** Material supplied follows **

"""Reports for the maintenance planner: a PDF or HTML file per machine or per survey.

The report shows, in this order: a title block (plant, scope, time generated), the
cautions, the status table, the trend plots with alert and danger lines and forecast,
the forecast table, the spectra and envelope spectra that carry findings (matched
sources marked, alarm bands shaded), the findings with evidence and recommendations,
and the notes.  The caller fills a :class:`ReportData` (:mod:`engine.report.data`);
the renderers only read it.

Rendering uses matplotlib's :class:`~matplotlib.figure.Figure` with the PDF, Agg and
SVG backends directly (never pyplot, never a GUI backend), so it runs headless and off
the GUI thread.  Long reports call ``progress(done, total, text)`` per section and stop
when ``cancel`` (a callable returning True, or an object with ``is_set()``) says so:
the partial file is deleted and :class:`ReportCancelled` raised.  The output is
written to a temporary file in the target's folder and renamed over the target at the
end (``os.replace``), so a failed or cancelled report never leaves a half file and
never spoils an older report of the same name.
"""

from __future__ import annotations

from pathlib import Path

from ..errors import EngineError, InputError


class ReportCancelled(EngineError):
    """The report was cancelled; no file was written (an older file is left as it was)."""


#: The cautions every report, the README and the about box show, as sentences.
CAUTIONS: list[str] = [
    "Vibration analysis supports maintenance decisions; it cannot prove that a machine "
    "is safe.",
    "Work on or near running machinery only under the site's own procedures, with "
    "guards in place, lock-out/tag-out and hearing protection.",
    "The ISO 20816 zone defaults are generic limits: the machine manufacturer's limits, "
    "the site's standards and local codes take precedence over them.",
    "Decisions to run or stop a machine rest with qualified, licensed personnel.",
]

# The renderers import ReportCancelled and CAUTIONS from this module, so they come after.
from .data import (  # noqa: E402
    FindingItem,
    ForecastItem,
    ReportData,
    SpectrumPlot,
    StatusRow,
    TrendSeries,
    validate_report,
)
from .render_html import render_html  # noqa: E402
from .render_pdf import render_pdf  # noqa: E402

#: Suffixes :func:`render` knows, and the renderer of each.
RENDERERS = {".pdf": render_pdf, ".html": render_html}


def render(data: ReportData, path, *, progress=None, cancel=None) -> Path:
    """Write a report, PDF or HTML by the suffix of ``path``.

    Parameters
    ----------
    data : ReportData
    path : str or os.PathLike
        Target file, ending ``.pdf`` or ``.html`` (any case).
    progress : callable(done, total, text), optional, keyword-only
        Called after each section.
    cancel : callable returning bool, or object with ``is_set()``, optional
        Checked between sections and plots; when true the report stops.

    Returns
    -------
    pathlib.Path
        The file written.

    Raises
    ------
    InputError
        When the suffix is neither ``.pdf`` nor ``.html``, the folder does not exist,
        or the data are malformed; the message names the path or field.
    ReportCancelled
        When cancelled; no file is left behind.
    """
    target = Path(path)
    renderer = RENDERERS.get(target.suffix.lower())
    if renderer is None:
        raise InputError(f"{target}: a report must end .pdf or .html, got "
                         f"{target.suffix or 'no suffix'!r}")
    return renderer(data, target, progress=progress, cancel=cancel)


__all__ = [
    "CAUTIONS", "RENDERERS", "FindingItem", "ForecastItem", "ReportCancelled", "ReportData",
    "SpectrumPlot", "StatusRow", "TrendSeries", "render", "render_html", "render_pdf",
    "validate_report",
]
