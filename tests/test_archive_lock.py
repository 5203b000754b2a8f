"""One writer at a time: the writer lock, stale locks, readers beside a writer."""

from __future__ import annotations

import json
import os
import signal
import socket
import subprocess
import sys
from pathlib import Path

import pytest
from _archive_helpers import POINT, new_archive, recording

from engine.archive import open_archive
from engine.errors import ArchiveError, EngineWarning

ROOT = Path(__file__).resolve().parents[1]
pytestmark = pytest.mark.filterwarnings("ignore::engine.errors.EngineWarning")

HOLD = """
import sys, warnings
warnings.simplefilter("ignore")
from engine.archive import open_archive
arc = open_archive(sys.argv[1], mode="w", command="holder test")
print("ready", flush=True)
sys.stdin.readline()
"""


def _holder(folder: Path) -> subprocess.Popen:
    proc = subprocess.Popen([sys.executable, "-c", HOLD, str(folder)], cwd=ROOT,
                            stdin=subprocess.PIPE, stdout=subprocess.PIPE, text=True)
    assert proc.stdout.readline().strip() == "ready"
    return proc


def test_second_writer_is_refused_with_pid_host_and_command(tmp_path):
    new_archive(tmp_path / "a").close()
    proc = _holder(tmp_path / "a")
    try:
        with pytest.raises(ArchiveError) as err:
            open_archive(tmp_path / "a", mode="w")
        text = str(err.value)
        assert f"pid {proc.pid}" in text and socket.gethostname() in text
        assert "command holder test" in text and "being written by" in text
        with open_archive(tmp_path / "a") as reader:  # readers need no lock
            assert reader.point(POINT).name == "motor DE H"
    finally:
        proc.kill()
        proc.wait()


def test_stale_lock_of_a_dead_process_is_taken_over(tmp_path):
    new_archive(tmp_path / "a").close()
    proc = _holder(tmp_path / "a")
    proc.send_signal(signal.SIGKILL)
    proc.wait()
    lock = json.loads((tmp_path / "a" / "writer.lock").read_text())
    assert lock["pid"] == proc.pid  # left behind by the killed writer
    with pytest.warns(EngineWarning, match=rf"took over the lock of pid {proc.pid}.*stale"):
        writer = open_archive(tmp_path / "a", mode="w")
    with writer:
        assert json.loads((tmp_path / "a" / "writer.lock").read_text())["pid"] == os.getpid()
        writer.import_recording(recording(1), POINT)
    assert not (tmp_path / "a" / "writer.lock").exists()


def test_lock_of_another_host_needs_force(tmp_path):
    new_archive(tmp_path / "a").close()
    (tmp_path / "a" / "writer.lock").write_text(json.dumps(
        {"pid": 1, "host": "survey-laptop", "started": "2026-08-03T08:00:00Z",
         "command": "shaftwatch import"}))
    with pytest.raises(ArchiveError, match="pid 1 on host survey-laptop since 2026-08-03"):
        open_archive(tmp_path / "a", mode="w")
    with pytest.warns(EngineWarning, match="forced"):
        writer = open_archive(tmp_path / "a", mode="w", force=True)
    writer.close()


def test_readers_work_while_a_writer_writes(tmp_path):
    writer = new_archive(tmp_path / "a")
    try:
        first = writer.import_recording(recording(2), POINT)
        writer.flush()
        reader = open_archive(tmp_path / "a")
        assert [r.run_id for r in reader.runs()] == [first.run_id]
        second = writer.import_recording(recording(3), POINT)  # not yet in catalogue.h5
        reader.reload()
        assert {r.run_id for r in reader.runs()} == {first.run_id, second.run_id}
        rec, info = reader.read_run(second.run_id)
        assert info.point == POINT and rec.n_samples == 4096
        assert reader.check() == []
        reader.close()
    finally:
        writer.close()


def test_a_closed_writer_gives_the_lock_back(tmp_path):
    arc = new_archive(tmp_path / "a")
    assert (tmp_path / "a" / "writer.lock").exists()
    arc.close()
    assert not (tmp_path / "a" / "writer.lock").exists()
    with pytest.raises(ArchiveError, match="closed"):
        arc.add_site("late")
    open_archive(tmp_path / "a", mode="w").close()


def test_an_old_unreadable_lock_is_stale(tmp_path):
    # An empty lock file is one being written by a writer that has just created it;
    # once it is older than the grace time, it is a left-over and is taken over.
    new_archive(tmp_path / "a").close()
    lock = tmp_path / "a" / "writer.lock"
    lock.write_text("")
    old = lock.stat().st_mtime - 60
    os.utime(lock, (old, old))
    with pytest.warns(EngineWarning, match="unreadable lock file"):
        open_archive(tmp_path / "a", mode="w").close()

** End of Material supplied **

Requirement: Report each line of the records that holds the word "first".

Solution to the exercise:
        first = writer.import_recording(recording(2), POINT)
        assert [r.run_id for r in reader.runs()] == [first.run_id]
        assert {r.run_id for r in reader.runs()} == {first.run_id, second.run_id}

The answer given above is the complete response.